The Company shall collect the employee portion of the FICA taxes (Social Security and Medicare) with respect to the Performance Restricted Share Units (including additional Performance Restricted Share Units due to Dividend Equivalents) at the time those Performance Restricted Share Units vest hereunder. The FICA taxes shall be based on the fair market value of the Common Stock underlying the Performance Restricted Share Units on the Vesting Date. Unless the Grantee delivers a separate check payable to the Company in the amount of the FICA taxes required to be withheld from the Grantee, the Company shall withhold those taxes from the Grantee's wages.
The Company shall collect the federal, state and local income taxes required to be withheld with respect to the Common Stock issued in accordance with the terms of the Plan; and the withholding shall not exceed the amount necessary to satisfy the withholding requirements.
12. Section 409A of the Code.
It is the intention of the parties that the provisions of this Agreement comply with the requirements of Section 409A of the Code and Treasury Regulations thereunder, to the extent applicable.
[Signature Page Follows]
IN WITNESS WHEREOF, the Company has caused this instrument to be executed in its name and on its behalf as of the date of grant of this Performance Restricted Share Unit Award set forth above.
METROPOLITAN BANK HOLDING CORP.
By:
Title:
GRANTEE'S ACCEPTANCE
The undersigned hereby accepts the foregoing Performance Restricted Share Unit Award and agrees to the terms and conditions hereof, including the terms and provisions of the 2009 Equity Incentive Plan. The undersigned hereby acknowledges receipt of a copy of the Company's 2009 Equity Incentive Plan and related Prospectus.
GRANTEE
EXHIBIT A
PERFORMANCE MEASURES
Total Restricted Share Units ("RSUs") Available:
Performance Period: Calendar Years [YEAR] through [YEAR]

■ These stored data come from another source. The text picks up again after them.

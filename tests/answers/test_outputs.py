"""Further outputs of one run: each row is the review that this output would get alone."""

from __future__ import annotations

from pathlib import Path

import pytest

import boards
from tauledger.asked import Asked
from tauledger.engine.client import Engine
from tauledger.errors import InputError
from tauledger.pipeline import review, review_network
from tauledger.record import Review
from tauledger.report.document import document
from tauledger.report.layout import lay_out
from tauledger.report.modes import further_outputs

FIXTURES = Path(__file__).parents[2] / "fixtures"


def reviewed(name: str, engine: Engine, *outputs: str, **more: str) -> Review:
    return review(FIXTURES / name, engine=engine, asked=Asked(outputs=outputs), **more)  # type: ignore[arg-type]


@pytest.mark.parametrize(
    ("name", "outputs"),
    [
        ("echo_cascode.cir", ("b1", "c1", "v(out,c1)")),
        ("mos_gain.cir", ("y", "x")),
        ("photo_front.cir", ("d", "i(VDD)")),
    ],
)
def test_a_row_is_what_a_review_of_that_output_alone_gives(name: str, outputs: tuple[str, ...], engine: Engine) -> None:
    rows = reviewed(name, engine, *outputs).outputs
    assert len(rows) == len(outputs)
    for output, row in zip(outputs, rows, strict=True):
        alone = reviewed(name, engine, output=output)
        assert row.unit == alone.midband.unit
        assert row.gain_db == pytest.approx(alone.midband.gain_db, abs=1e-6)
        assert row.simulated_db == pytest.approx(alone.midband.gain_db, abs=1e-6)
        for ours, edge in (
            ((row.f_low_exact_hz, row.f_low_simulated_hz), alone.f_low),
            ((row.f_high_exact_hz, row.f_high_simulated_hz), alone.f_high),
        ):
            if edge is None or edge.exact_hz is None:
                assert ours == (None, None)
            else:
                assert ours == pytest.approx((edge.exact_hz, edge.simulated_hz), rel=1e-6)


def test_simulated_and_exact_edges_agree(engine: Engine) -> None:
    for row in reviewed("gain_pair.cir", engine, "c1", "b1", "out2").outputs:
        assert row.f_high_simulated_hz == pytest.approx(row.f_high_exact_hz, rel=1e-6)
        assert row.f_low_simulated_hz == pytest.approx(row.f_low_exact_hz, rel=1e-6)


def test_the_first_output_stays_the_reviewed_one(engine: Engine) -> None:
    plain, with_more = reviewed("echo_preamp.cir", engine), reviewed("echo_preamp.cir", engine, "b")
    assert plain.f_high == with_more.f_high
    assert plain.outputs == ()
    assert with_more.output.plus == "out"


def test_a_node_inside_what_is_taken_as_one_part_says_how_to_see_it(engine: Engine) -> None:
    with pytest.raises(InputError, match=r"--output XU1\.a: this is inside an instance") as raised:
        reviewed("opamp_filter.cir", engine, "XU1.a")
    assert "--fold none" in str(raised.value)
    opened = review(FIXTURES / "opamp_filter.cir", engine=engine, fold=("none",), asked=Asked(outputs=("XU1.a",)))
    assert opened.outputs[0].name == "v(XU1.a)"


def test_an_output_where_only_rounding_arrives_is_refused(engine: Engine) -> None:
    with pytest.raises(InputError, match=r"the drive does not reach it"):
        reviewed("pair.cir", engine, "tail")


def test_a_network_alone_has_one_output() -> None:
    with pytest.raises(InputError, match="further outputs are read from a netlist"):
        review_network(boards.emitter_follower(), asked=Asked(outputs=("out",)))


def test_an_unknown_output_names_the_nearest(engine: Engine) -> None:
    with pytest.raises(InputError, match="no node is called 'otu'") as raised:
        reviewed("echo_preamp.cir", engine, "otu")
    assert "did you mean 'out'?" in str(raised.value)


def test_all_formats_show_them(engine: Engine) -> None:
    one = reviewed("photo_front.cir", engine, "d", "i(VDD)")
    lines = [line.text for line in lay_out([further_outputs(one)], width=80, unicode=True, page=60)]
    assert all(len(line) <= 80 for line in lines)
    assert any("dBΩ" in line for line in lines)
    assert any("v(d)" in line and "simulated" in line for line in lines)
    section = next(section for section in document(one).sections if section.key == "outputs")
    assert section.title == "Further outputs"
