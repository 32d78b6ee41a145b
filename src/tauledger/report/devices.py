"""`tauledger devices` as text and as JSON: one row per device, devices with the same figures in one table."""

from __future__ import annotations

import msgspec

from tauledger.record import DeviceFacts, DevicesTable, Figure
from tauledger.report.json import finite
from tauledger.report.layout import STRONG, WARNING, Block, Prose, Row, Section, Table, lay_out
from tauledger.report.wording import figure_symbols, number

# What stands beside the region; the rest, resistances, capacitances and f_T, in a second table.
_BIAS = ("i", "v")
_BESIDE = ("gm", "g_mb", "gm/I")
# gmin of 1e-12 S is the least conductance that ngspice itself puts anywhere.
_NO_CURRENT_OHM = 1e15


def render(found: DevicesTable, *, unicode: bool, width: int = 80) -> str:
    """Give the devices as lines of text, each with its line end."""
    head = (
        Prose(found.netlist.title or "(no title)", style=STRONG),
        Prose(f"{found.netlist.path} at {found.temperature_c:.4g} °C, {found.engine.name} {found.engine.version}"),
    )
    tables: list[Block] = []
    groups: dict[tuple[str, ...], list[DeviceFacts]] = {}
    for device in found.devices:
        groups.setdefault(figure_symbols(device), []).append(device)
    for devices in groups.values():
        symbols = tuple(figure.symbol for figure in devices[0].figures)
        bias = [name for name in symbols if name[0] in _BIAS or name in _BESIDE]
        tables.append(_table(devices, bias, with_region=True))
        rest = [name for name in symbols if name not in bias]
        if rest:
            tables.append(_table(devices, rest, with_region=False))
    if not found.devices:
        tables.append(Prose("no transistor and no diode in this netlist"))
    notes = tuple(Prose(note.says, lead="NOTE  ", style=WARNING) for note in found.notes)
    sections = (Section(head), Section(tuple(tables), major=True), Section(notes))
    lines = lay_out(sections, width=width, unicode=unicode, page=10_000)
    return "".join(f"{line.text}\n" for line in lines)


def to_json(found: DevicesTable) -> bytes:
    """Give the devices as one line of UTF-8 JSON, document `tauledger.devices/1`: plain SI numbers."""
    return msgspec.json.encode(finite(msgspec.to_builtins(found))) + b"\n"


def _figure(figure: Figure) -> str:
    """Write a figure; a resistance that is rounding of an infinite one as such."""
    if figure.unit == "Ω" and figure.value > _NO_CURRENT_OHM:
        return "∞"
    return number(figure.value, figure.unit, 3)


def _table(devices: list[DeviceFacts], symbols: list[str], *, with_region: bool) -> Table:
    lead = ("DEVICE", "region") if with_region else ("DEVICE",)
    heads = dict(zip((figure.symbol for figure in devices[0].figures), figure_symbols(devices[0]), strict=True))
    rows = []
    for device in devices:
        value = {figure.symbol: figure for figure in device.figures}
        first = (f"{device.name} {device.kind}", device.region) if with_region else (device.name,)
        rows.append(Row((*first, *(_figure(value[name]) for name in symbols))))
    return Table("l" * len(lead) + "r" * len(symbols), (*lead, *(heads[name] for name in symbols)), tuple(rows))
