"""What is said of loops whose T is not one pole from DC on: angles, sign, reasons, one frequency on both sides."""

from __future__ import annotations

from pathlib import Path

import numpy as np
import pytest

from tauledger.asked import Asked
from tauledger.engine.client import Engine
from tauledger.pipeline import review
from tauledger.record import LoopFacts, Review
from tauledger.report.terminal import render

AMPLIFIER = """.subckt amp p n o
RIN p n 2meg
G1 0 x p n 1m
R1 x 0 {ohm}
C1 x 0 159.155p
E1 w 0 x 0 1
RO w o 75
.ends
.ac dec 10 1 10meg
.print ac v(out)
.end
"""
COUPLED = f"""River-level gauge, inverting amplifier behind a coupling capacitor
VIN s 0 AC 1
CI s a 1u
RI a n 10k
XU1 0 n out amp
RF out n 100k
RL out 0 2k
{AMPLIFIER.format(ohm="100meg")}"""
INTEGRATOR = f"""River-level gauge, integrator of the echo energy
VIN s 0 AC 1
RI s n 10k
XU1 0 n out amp
CF out n 10n
RD out n 10meg
RL out 0 2k
{AMPLIFIER.format(ohm="10meg")}"""
OVER_A_LINE = f"""River-level gauge, amplifier that senses at the end of its lead
VIN p 0 AC 1
XU1 p n out amp
TL out 0 far 0 z0=50 td=100n
RT far 0 50
R2 far n 9k
R1 n 0 1k
{AMPLIFIER.format(ohm="10meg")}"""
LOW_IMPEDANCE_INPUT = """River-level gauge, amplifier whose inverting input takes a current
.subckt fast p n o
E1 b 0 p 0 1
VS b b2 0
RN b2 n 50
F1 0 z VS 1
RZ z 0 500k
CZ z 0 2p
E2 w 0 z 0 1
RO w o 20
.ends
VIN s 0 AC 1
RS s p 50
XU1 p n out fast
RF out n 750
RG n 0 750
RL out 0 150
.ac dec 10 1k 1g
.print ac v(out)
.end
"""
FOLLOWED = """River-level gauge, two transistors and a follower in one loop
VCC vcc 0 12
VIN s 0 DC 1 AC 1
RS s b 1k
Q1 c1 b e qn
RC1 vcc c1 10k
Q2 c2 c1 vcc qp
RC2 c2 0 4.7k
Q3 vcc c2 out qn
RL out 0 1k
RF out e 1.8k
RE e 0 200
.model qn npn(is=2e-15 bf=150 rb=100 cje=3p cjc=2p tf=300p)
.model qp pnp(is=2e-15 bf=100 rb=100 cje=3p cjc=2p tf=500p)
.ac dec 10 1k 100meg
.print ac v(out)
.end
"""

IN_SERIES = """River-level gauge, three transistors with feedback from emitter to emitter
VCC vcc 0 12
VIN s 0 DC 0.9 AC 1
RS s b1 50
Q1 c1 b1 e1 qn
RC1 vcc c1 9k
RE1 e1 0 100
Q2 c2 c1 0 qn
RC2 vcc c2 5k
Q3 out c2 e3 qn
RC3 vcc out 600
RE2 e3 0 100
RF e3 e1 640
.model qn npn(is=2e-15 bf=150 rb=100 cje=1p cjc=0.5p tf=300p)
.ac dec 10 1k 1g
.print ac v(out)
.end
"""


def reviewed(netlist: str, engine: Engine, folder: Path, *loops: str) -> Review:
    file = folder / "board.cir"
    file.write_text(netlist)
    return review(file, engine=engine, asked=Asked(loops=loops))


def only(found: Review) -> LoopFacts:
    assert len(found.loops) == 1
    return found.loops[0]


def methods(facts: LoopFacts) -> dict[str, float | None]:
    return {one.method: one.difference for one in facts.estimates}


def test_a_loop_that_lags_a_quarter_turn_at_mid_band_is_negative_feedback(engine: Engine, tmp_path: Path) -> None:
    """Mid-band lies above the amplifier's 10 Hz: T = −j·74, with a real part that has either sign."""
    facts = only(reviewed(COUPLED, engine, tmp_path))
    t = complex(facts.return_ratio_real, facts.return_ratio_imag)
    assert np.degrees(np.angle(t)) == pytest.approx(-90.0, abs=1.0)
    assert facts.return_ratio_simulated == pytest.approx(abs(t), rel=1e-6)
    assert facts.return_ratio_simulated_deg == pytest.approx(np.degrees(np.angle(t)), abs=1e-4)
    assert not any("positive" in one for one in facts.says)
    assert not facts.flat
    assert facts.open_edge_hz is None
    assert "edge of T times 1 + T" not in methods(facts)
    # RO and the load leave 2000/2075 of it
    assert [one for one in facts.why if "leaves 96 %" in one] == list(facts.why)


def test_where_t_rises_the_simulated_one_stands_at_dc_too(engine: Engine, tmp_path: Path) -> None:
    """T = 1e4·β: 9.6 at DC, about 1e4 above 1.6 Hz, where 10 nF bridges 10 MΩ."""
    found = reviewed(INTEGRATOR, engine, tmp_path)
    facts = only(found)
    assert facts.at_hz == 0.0
    assert facts.return_ratio_real == pytest.approx(9.58, rel=1e-3)
    assert facts.return_ratio_simulated == pytest.approx(facts.return_ratio_real, rel=1e-4)
    assert facts.open_edge_hz is None
    assert any("not flat" in one for one in facts.says)
    assert facts.noise_gain_edge_hz is None
    assert "gain-bandwidth over noise gain" not in methods(facts)
    assert facts.why == ("elements around the amplifier set f_H: with T → ∞ the gain would fall there by itself",)


def test_an_amplifier_that_is_closed_already_gets_no_section_on_unity_gain_unasked(
    engine: Engine, tmp_path: Path
) -> None:
    found = reviewed(INTEGRATOR, engine, tmp_path)
    assert found.midband.from_hz == 0.0
    assert found.midband.gain_db > 20.0
    assert found.f_unity is None or not found.f_unity.elements


def test_a_line_in_the_loop_is_no_second_pole(engine: Engine, tmp_path: Path) -> None:
    """100 ns at |T| = 1 near 100 kHz are 3.6°, all that T lags beyond one pole."""
    facts = only(reviewed(OVER_A_LINE, engine, tmp_path))
    assert facts.crossover_hz is not None
    assert facts.phase_margin_deg == pytest.approx(90.0 - 360.0 * 100e-9 * facts.crossover_hz, abs=1.5)
    told = " ".join(facts.why)
    assert "second pole" not in told
    assert "a line delays it" in told


def test_feedback_to_a_low_impedance_input_is_found_at_the_current_that_comes_back(
    engine: Engine, tmp_path: Path
) -> None:
    facts = only(reviewed(LOW_IMPEDANCE_INPUT, engine, tmp_path))
    assert (facts.found, facts.where) == (True, "source F1 of XU1")
    # 500 kΩ·(1 − what the load takes) over RF·(1 + r/(RF∥RG)) with r 50 Ω
    assert facts.return_ratio_real == pytest.approx(507.8, rel=1e-3)
    assert facts.return_ratio_simulated == pytest.approx(facts.return_ratio_real, rel=1e-6)


def test_a_wire_is_cut_in_the_direction_of_the_signal(engine: Engine, tmp_path: Path) -> None:
    """The follower's emitter gives the signal and its base takes it: the same T; from outside in it is another one."""
    into, out_of = reviewed(FOLLOWED, engine, tmp_path, "Q3.base", "Q3.emitter").loops
    assert out_of.where == "wire out of the emitter of Q3 (out)"
    assert into.where.startswith("wire into the base of Q3")
    assert out_of.return_ratio_real == pytest.approx(into.return_ratio_real, rel=0.02)
    assert out_of.return_ratio_real > 1.0
    for one in (into, out_of):
        assert one.return_ratio_simulated == pytest.approx(one.return_ratio_real, rel=1e-4)
        assert one.crossover_simulated_hz == pytest.approx(one.crossover_hz, rel=1e-3)


def test_a_wire_by_which_nothing_comes_back_has_no_loop_and_no_band_edge(engine: Engine, tmp_path: Path) -> None:
    open_loop = FOLLOWED.replace("RF out e 1.8k\n", "RF out 0 1.8k\n").replace("cjc=2p", "cjc=0")
    facts = only(reviewed(open_loop, engine, tmp_path, "Q3.emitter"))
    assert abs(facts.return_ratio_real) < 1e-9
    assert facts.says == ("no loop through this wire: nothing comes back but rounding",)
    assert facts.estimates == ()


def test_t0_by_hand_and_the_edge_are_those_of_the_wire_that_is_cut(engine: Engine, tmp_path: Path) -> None:
    """RE2 alone makes a loop through Q3 beside the one around all three: T at its gm is not T of the wire."""
    found = reviewed(IN_SERIES, engine, tmp_path)
    facts = only(found)
    assert (facts.kind, facts.loop) == ("wire", "Q1.emitter")
    t, closing = facts.return_ratio_real, facts.closing_return_ratio
    assert closing is not None
    assert abs(closing / t - 1.0) > 0.3
    assert facts.hand_return_ratio == pytest.approx(t, rel=0.06)
    assert facts.hand_open_edge_hz is not None
    assert facts.open_edge_hz is not None
    by_hand = next(one for one in facts.estimates if one.method == "by hand, edge of T times 1 + T")
    assert by_hand.hz == pytest.approx(facts.open_edge_hz * (1.0 + t), rel=0.15)
    page = " ".join(render(found, color=False, unicode=True).split())
    assert "T0 = gm of" not in page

The Compensation Committee of the Company (the "Committee") has established the following Corporate and Individual Performance Measures for achievement by the Grantee over the Performance Period and has determined the Performance Restricted Share Units potentially available for achievement of each such measurement, as set forth below:
Corporate Performance Measures:
For our 2009 Equity Incentive Plan, we will choose appropriate targets and/or thresholds from performance measures listed in the Metropolitan Commercial Bank Executive Annual Incentive Plan.
Individual Performance Measures:
To be selected by the Committee from time to time.